Simulations of the chemistry of shocked energetic materials on the nanosecond timescale

The initiation of chemistry by a shock wave occurs through complex interactions between chemical and mechanical mechanisms. The first few nanoseconds after shock arrival is a crucial time period, where the initiation of exothermic chemical reactions leads to the growth of local hot spots. We are simulating these mechanisms in two ways. First, we are performing atomistic simulations of shocked TATB using a modified version of the ReaxFF force field. We have found that modification of ReaxFF is necessary in order to accurately model charge transfer and ionization under sustained high density conditions. We have simulated overdriven detonation waves in TATB using the multi-scale shock technique (MSST).
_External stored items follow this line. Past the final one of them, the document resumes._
//! Operating points: the DC window, the rated output and the load cases.
//!
//! The rated load is modelled as a constant impedance: a resistance that takes the
//! rated real power in parallel with an inductance that takes the reactive power of
//! the lagging power factor. The parallel form is the one that damps an LC filter
//! (the load sits across the capacitor), so zeta = Z0 / (2 R) uses this R directly.

use super::{given, limit_quantity};
use crate::record::{Design, Topology};
use crate::sheet::{Sheet, Source};
use crate::units::Unit;

/// The three load cases evaluated throughout: open circuit, light and rated.
#[derive(Clone, Copy, Debug, PartialEq)]
pub struct LoadCase {
    pub key: &'static str,
    pub label: &'static str,
    /// Parallel resistance, ohm; `None` for no load.
    pub r: Option<f64>,
    /// Parallel reactance at f1, ohm; `None` for a resistive or absent load.
    pub x: Option<f64>,
}

/// Ids of the load resistances and reactances, by case.
/// The id and symbol of the voltage across one phase of the output: V_o itself, or
/// the line-to-neutral voltage of a three-phase output.
pub fn phase_voltage(d: &Design) -> (&'static str, &'static str) {
    if d.bridge.topology == Topology::ThreePhase {
        ("output.v_phase", "V_\"ph\"")
    } else {
        ("output.v_rms", "V_o")
    }
}

pub fn load_ids(case: &str) -> (String, String) {
    (format!("load.r.{case}"), format!("load.x.{case}"))
}

pub fn evaluate(d: &Design, s: &mut Sheet) {
    let v = given(
        s,
        "output.v_rms",
        "Output voltage (rms)",
        "V_o",
        &d.output.voltage,
        Unit::Volt,
    );
    let f1 = given(
        s,
        "output.f1",
        "Output frequency",
        "f_1",
        &d.output.frequency,
        Unit::Hertz,
    );
    let p = given(
        s,
        "output.power",
        "Rated real power",
        "P",
        &d.output.power,
        Unit::Watt,
    );
    let pf = given(
        s,
        "output.power_factor",
        "Rated power factor (lagging)",
        "lambda",
        &d.output.power_factor,
        Unit::One,
    );
    // The DC window: written, or from the battery or PV string (it needs P).
    super::dc_source::evaluate(d, s);

    given(
        s,
        "bridge.f_sw",
        "Switching frequency",
        "f_\"sw\"",
        &d.bridge.switching_frequency,
        Unit::Hertz,
    );
    s.derive(
        "output.omega1",
        "Output angular frequency",
        "omega_1",
        Unit::RadianPerSecond,
    )
    .formula("2 pi f_1")
    .inputs(&["output.f1"])
    .value(2.0 * std::f64::consts::PI * f1);
    let three_phase = d.bridge.topology == Topology::ThreePhase;
    if three_phase {
        s.derive(
            "output.v_phase",
            "Output phase voltage, line-to-neutral (rms)",
            "V_\"ph\"",
            Unit::Volt,
        )
        .formula("V_o / sqrt(3)")
        .inputs(&["output.v_rms"])
        .source(Source::common_practice(
            "balanced three-phase output: line-to-line voltage sqrt(3) times line-to-neutral",
        ))
        .value(v / 3f64.sqrt());
        s.derive(
            "output.v_peak",
            "Output phase voltage, peak",
            "V_(o,\"pk\")",
            Unit::Volt,
        )
        .formula("sqrt(2) V_\"ph\"")
        .inputs(&["output.v_phase"])
        .value(2f64.sqrt() * v / 3f64.sqrt());
    } else {
        s.derive(
            "output.v_peak",
            "Output voltage, peak",
            "V_(o,\"pk\")",
            Unit::Volt,
        )
        .formula("sqrt(2) V_o")
        .inputs(&["output.v_rms"])
        .value(2f64.sqrt() * v);
    }
    let apparent = s
        .derive("output.s", "Rated apparent power", "S", Unit::VoltAmpere)
        .formula("P / lambda")
        .inputs(&["output.power", "output.power_factor"])
        .value(p / pf);
    let q = s
        .derive("output.q", "Rated reactive power", "Q", Unit::Var)
        .formula("sqrt(S^2 - P^2)")
        .inputs(&["output.s", "output.power"])
        .value((apparent * apparent - p * p).max(0.0).sqrt());
    let (i_formula, i_value) = if three_phase {
        ("S / (sqrt(3) V_o)", apparent / (3f64.sqrt() * v))
    } else {
        ("S / V_o", apparent / v)
    };
    let i = s
        .derive(
            "output.i_rms",
            if d.output.grid() {
                "Rated grid current (rms)"
            } else {
                "Rated output current (rms)"
            },
            "I_o",
            Unit::Ampere,
        )
        .formula(i_formula)
        .inputs(&["output.s", "output.v_rms"])
        .value(i_value);
    s.derive(
        "output.i_peak",
        "Rated output current, peak",
        "I_(o,\"pk\")",
        Unit::Ampere,
    )
    .formula("sqrt(2) I_o")
    .inputs(&["output.i_rms"])
    .value(2f64.sqrt() * i);
    if d.output.grid() {
        // A grid-connected bridge sets its current; there is no load to model.
        return;
    }
    s.derive(
        "load.z.rated",
        "Rated-load impedance magnitude",
        "abs(Z_\"ld\")",
        Unit::Ohm,
    )
    .formula("V_o^2 / S")
    .inputs(&["output.v_rms", "output.s"])
    .value(v * v / apparent);

    let light = limit_quantity(
        s,
        "limits.light_load",
        "Light-load case, fraction of rated power",
        "k_\"light\"",
        &d.limits.light_load,
        Unit::Percent,
    );
    let (r_id, x_id) = load_ids("rated");
    let r = s
        .derive(
            &r_id,
            "Rated load, parallel resistance",
            "R_\"ld\"",
            Unit::Ohm,
        )
        .formula("V_o^2 / P")
        .inputs(&["output.v_rms", "output.power"])
        .source(load_model_source())
        .value(v * v / p);
    let (lr_id, lx_id) = load_ids("light");
    s.derive(
        &lr_id,
        "Light load, parallel resistance",
        "R_\"ld,light\"",
        Unit::Ohm,
    )
    .formula("R_\"ld\" / k_\"light\"")
    .inputs(&[&r_id, "limits.light_load"])
    .value(r / light);
    if q > 0.0 {
        let x = s
            .derive(
                &x_id,
                "Rated load, parallel reactance at f1",
                "X_\"ld\"",
                Unit::Ohm,
            )
            .formula("V_o^2 / Q")
            .inputs(&["output.v_rms", "output.q"])
            .source(load_model_source())
            .value(v * v / q);
        s.derive(
            &lx_id,
            "Light load, parallel reactance at f1",
            "X_\"ld,light\"",
            Unit::Ohm,
        )
        .formula("X_\"ld\" / k_\"light\"")
        .inputs(&[&x_id, "limits.light_load"])
        .value(x / light);
    }
}

fn load_model_source() -> Source {
    Source::common_practice(
        "constant-impedance load, a resistance for P in parallel with an inductance for Q",
    )
}

/// The load cases as evaluated, from the sheet.
pub fn load_cases(s: &Sheet) -> Vec<LoadCase> {
    let pick = |case: &'static str, label: &'static str| {
        let (r, x) = load_ids(case);
        LoadCase {
            key: case,
            label,
            r: s.get(&r).map(|q| q.value),
            x: s.get(&x).map(|q| q.value),
        }
    };
    vec![
        LoadCase {
            key: "no_load",
            label: "no load",
            r: None,
            x: None,
        },
        pick("light", "light load"),
        pick("rated", "rated load"),
    ]
}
In our simulations of overdriven shocked TATB, we find that large-scale graphitic structures encompassing thousands of atoms form after 1 ns. A second simulation technique uses continuum mechanics with an anisotropic crystal-level plasticity model for shocked HMX. We use a thermochemical approach to model the equation of state and chemistry of the shocked energetic material. In the simulations a pore is compressed by a shock wave, resulting in material deformation and chemistry. We find that simulations with crystal-level plasticity predict chemistry that is localized in fluid regions. The results of the crystal plasticity model will be compared with a more traditional treatment of plasticity in HMX via shock viscosity.